__SUPPLIED ENTRIES__

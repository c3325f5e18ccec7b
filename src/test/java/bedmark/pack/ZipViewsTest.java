package bedmark.pack;

import static org.junit.jupiter.api.Assertions.assertEquals;
import static org.junit.jupiter.api.Assertions.assertThrows;

import bedmark.document.Refused;
import bedmark.journal.Progress;
import java.io.IOException;
import java.nio.file.Files;
import java.nio.file.Path;
import java.util.ArrayList;
import java.util.HashMap;
import java.util.LinkedHashMap;
import java.util.List;
import java.util.Map;
import java.util.Optional;
import java.util.function.UnaryOperator;
import org.junit.jupiter.api.BeforeEach;
import org.junit.jupiter.api.Test;
import org.junit.jupiter.api.io.TempDir;

/** The second line of defence, tried by itself: what our own view would let pass by mistake. */
class ZipViewsTest {
    private static final Work NO_WORK = new Work(Progress.NONE, 0);

    @TempDir
    Path folder;
    private final List<PackEntry> own = new ArrayList<>();
    private final Map<String, byte[]> kept = new HashMap<>();
    private Path file;
    private ZipForge forge;

    @BeforeEach
    void writeArchive() throws IOException {
        Map<String, byte[]> files = new LinkedHashMap<>();
        files.put("a", BagForge.text("one"));
        files.put("b", BagForge.text("two"));
        files.put("c", BagForge.text("three"));
        forge = ZipForge.of(files);
        file = Files.write(folder.resolve("views.zip"), forge.build());
        files.forEach((name, content) -> own.add(new PackEntry(
                new ZipSlot(name, false, 0, 0, 0, 0, 0, 0, 0), name, Map.of("sha256", Sha256.hex(content)),
                Optional.empty())));
    }

    private PackContent content() {
        return new PackContent(own, Map.of(), kept);
    }

    private void differ() {
        assertEquals("zip-views-differ", assertThrows(Refused.class,
                () -> ZipViews.check(file, content(), NO_WORK)).defect().code());
    }

    private void withOwn(int index, UnaryOperator<PackEntry> change) {
        own.set(index, change.apply(own.get(index)));
    }

    @Test
    void viewsThatAgreeAreAccepted() throws IOException {
        ZipViews.check(file, content(), NO_WORK);
    }

    @Test
    void anotherNameIsNoticed() {
        withOwn(1, entry -> new PackEntry(new ZipSlot("x", false, 0, 0, 0, 0, 0, 0, 0), "x", entry.digests(),
                entry.doubt()));
        differ();
    }

    @Test
    void otherContentIsNoticed() {
        withOwn(2, entry -> new PackEntry(entry.slot(), entry.name(), own.get(0).digests(), entry.doubt()));
        differ();
    }

    @Test
    void otherContentOfAFileThatIsKeptIsNoticed() throws IOException {
        kept.put("c", BagForge.text("three"));
        ZipViews.check(file, content(), NO_WORK);
        for (String other : List.of("thre", "threee", "thrie", "", "hree")) {
            kept.put("c", BagForge.text(other));
            differ();
        }
    }

    @Test
    void oneEntryMoreOrLessIsNoticed() {
        PackEntry last = own.remove(2);
        differ();
        own.add(last);
        own.add(last);
        differ();
    }

    @Test
    void anEntryThatOnlyOneLibraryViewSeesIsNoticed() throws IOException {
        forge.entries.get(2).localOnly = true;
        Files.write(file, forge.build());
        differ();
        own.remove(2);
        differ();
    }

    @Test
    void anArchiveThatOneLibraryViewCanNotReadIsNoticed() throws IOException {
        forge.entries.get(1).localCrc++;
        Files.write(file, forge.build());
        differ();
    }
}
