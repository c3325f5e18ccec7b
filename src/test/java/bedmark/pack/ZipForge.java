package bedmark.pack;

import java.io.ByteArrayOutputStream;
import java.nio.ByteBuffer;
import java.nio.ByteOrder;
import java.nio.charset.StandardCharsets;
import java.util.ArrayList;
import java.util.Arrays;
import java.util.Collections;
import java.util.List;
import java.util.Map;

/** Builds archives byte by byte, honest ones and others. */
final class ZipForge {
    final List<ForgedEntry> entries = new ArrayList<>();
    byte[] before = {};
    byte[] beforeDirectory = {};
    byte[] beforeEnd = {};
    byte[] comment = {};
    byte[] after = {};
    /** Added to the number of entries that the end tells. */
    int countShift;
    int disk;
    /** Added to all places that the directory and the end tell. */
    int shift;
    /** The order of the directory, where it is not that of the file. */
    boolean directoryReversed;

    static ZipForge of(Map<String, byte[]> files) {
        ZipForge forge = new ZipForge();
        files.forEach((name, content) -> forge.entries.add(ForgedEntry.stored(name, content)));
        return forge;
    }

    ForgedEntry entry(String name) {
        return entries.stream()
                .filter(entry -> Arrays.equals(entry.centralName, name.getBytes(StandardCharsets.UTF_8)))
                .findFirst().orElseThrow();
    }

    ZipForge and(ForgedEntry entry) {
        entries.add(entry);
        return this;
    }

    byte[] build() {
        ByteArrayOutputStream out = new ByteArrayOutputStream();
        out.writeBytes(before);
        List<byte[]> directory = new ArrayList<>();
        int previous = 0;
        for (ForgedEntry entry : entries) {
            if (!entry.centralOnly) {
                out.writeBytes(entry.gapBefore);
                previous = out.size();
                out.writeBytes(local(entry));
                out.writeBytes(entry.data);
                out.writeBytes(entry.descriptor);
            }
            if (!entry.localOnly) {
                directory.add(central(entry, previous + entry.shift + shift));
            }
        }
        if (directoryReversed) {
            Collections.reverse(directory);
        }
        out.writeBytes(beforeDirectory);
        int start = out.size();
        directory.forEach(out::writeBytes);
        int length = out.size() - start;
        out.writeBytes(beforeEnd);
        int count = directory.size() + countShift;
        out.writeBytes(buffer(22).putInt(0x06054b50).putShort((short) disk).putShort((short) disk)
                .putShort((short) count).putShort((short) count).putInt(length).putInt(start + shift)
                .putShort((short) comment.length).array());
        out.writeBytes(comment);
        out.writeBytes(after);
        return out.toByteArray();
    }

    private static byte[] local(ForgedEntry entry) {
        return buffer(30 + entry.localName.length + entry.localExtra.length).putInt(0x04034b50)
                .putShort((short) entry.version).putShort((short) entry.localFlags)
                .putShort((short) entry.localMethod).putShort((short) entry.localTime).putShort((short) 0x21)
                .putInt((int) entry.localCrc).putInt((int) entry.localPacked).putInt((int) entry.localSize)
                .putShort((short) entry.localName.length).putShort((short) entry.localExtra.length)
                .put(entry.localName).put(entry.localExtra).array();
    }

    private static byte[] central(ForgedEntry entry, int place) {
        return buffer(46 + entry.centralName.length + entry.centralExtra.length + entry.comment.length)
                .putInt(0x02014b50).putShort((short) entry.madeBy).putShort((short) entry.version)
                .putShort((short) entry.flags).putShort((short) entry.method).putShort((short) 0)
                .putShort((short) 0x21).putInt((int) entry.crc).putInt((int) entry.packed).putInt((int) entry.size)
                .putShort((short) entry.centralName.length).putShort((short) entry.centralExtra.length)
                .putShort((short) entry.comment.length).putShort((short) entry.disk).putShort((short) 0)
                .putInt(entry.attributes).putInt(place).put(entry.centralName).put(entry.centralExtra)
                .put(entry.comment).array();
    }

    static ByteBuffer buffer(int length) {
        return ByteBuffer.allocate(length).order(ByteOrder.LITTLE_ENDIAN);
    }
}
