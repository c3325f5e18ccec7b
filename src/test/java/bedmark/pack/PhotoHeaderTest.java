package bedmark.pack;

import static org.junit.jupiter.api.Assertions.assertEquals;

import bedmark.document.Defect;
import java.io.ByteArrayInputStream;
import java.io.ByteArrayOutputStream;
import java.io.IOException;
import java.nio.ByteBuffer;
import java.util.Arrays;
import java.util.HexFormat;
import org.junit.jupiter.api.Test;
import org.junit.jupiter.params.ParameterizedTest;
import org.junit.jupiter.params.provider.CsvSource;

class PhotoHeaderTest {
    private static String doubt(byte[] photo) throws IOException {
        return PhotoHeader.doubt("photo", new ByteArrayInputStream(photo), PackLimits.STANDARD)
                .map(Defect::code).orElse("");
    }

    @Test
    void photosOfBothKindsAreTaken() throws IOException {
        assertEquals("", doubt(Samples.png(40, 30)));
        assertEquals("", doubt(Samples.jpeg(40, 30)));
    }

    /** Cameras put previews, colour profiles and places before the frame, and sometimes a film behind the photo. */
    @Test
    void longNotesAndFillersBeforeTheFrameAreSkipped() throws IOException {
        byte[] jpeg = Samples.jpeg(40, 30);
        ByteArrayOutputStream camera = new ByteArrayOutputStream();
        camera.write(jpeg, 0, 2);
        for (int i = 0; i < 5; i++) {
            camera.writeBytes(HexFormat.of().parseHex("ffffffe1"));
            camera.writeBytes(ByteBuffer.allocate(2).putShort((short) 0xFFFF).array());
            camera.writeBytes(new byte[0xFFFD]);
        }
        camera.write(jpeg, 2, jpeg.length - 2);
        camera.writeBytes(new byte[1000]);
        assertEquals("", doubt(camera.toByteArray()));
    }

    @ParameterizedTest
    @CsvSource({"00000000, pack-photo-kind", "47494638, pack-photo-kind", "424d0000, pack-photo-kind",
        "89504e46, pack-photo-kind", "ffd8ffda, pack-photo-damaged", "ffd8ffd9, pack-photo-damaged",
        "ffd8ff00, pack-photo-damaged", "ffd80000, pack-photo-damaged", "ffd8ffe00000, pack-photo-damaged",
        "ffd8ffe00001, pack-photo-damaged", "ffd8ffc0000b0800000010, pack-photo-damaged",
        "504b0304, zip-nested-archive", "1f8b0800, zip-nested-archive", "377abcaf, zip-nested-archive",
        "52617221, zip-nested-archive", "425a6839, zip-nested-archive", "fd377a58, zip-nested-archive"})
    void otherBeginningsAreRefused(String beginning, String code) throws IOException {
        byte[] photo = HexFormat.of().parseHex(beginning);
        assertEquals(code, doubt(Arrays.copyOf(photo, photo.length + 20)));
    }

    @Test
    void everyCutThroughTheHeaderIsRefused() throws IOException {
        byte[] png = Samples.png(4, 4);
        for (int length = 0; length < 33; length++) {
            assertEquals("pack-photo-damaged", doubt(Arrays.copyOf(png, length)), "PNG cut to " + length);
        }
        byte[] jpeg = Samples.jpeg(4, 4);
        int frame = 2;
        while (jpeg[frame + 1] != (byte) 0xC0) {
            frame += 2 + Short.toUnsignedInt(ByteBuffer.wrap(jpeg).getShort(frame + 2));
        }
        for (int length = 0; length < frame + 9; length++) {
            assertEquals("pack-photo-damaged", doubt(Arrays.copyOf(jpeg, length)), "JPEG cut to " + length);
        }
        assertEquals("", doubt(Arrays.copyOf(jpeg, frame + 9)));
    }
}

__ASSIGNED TASK__
For the word "PackContent", say how many lines of the data include it, with nothing else in the reply.

__ANSWER FOR THIS EXERCISE__
2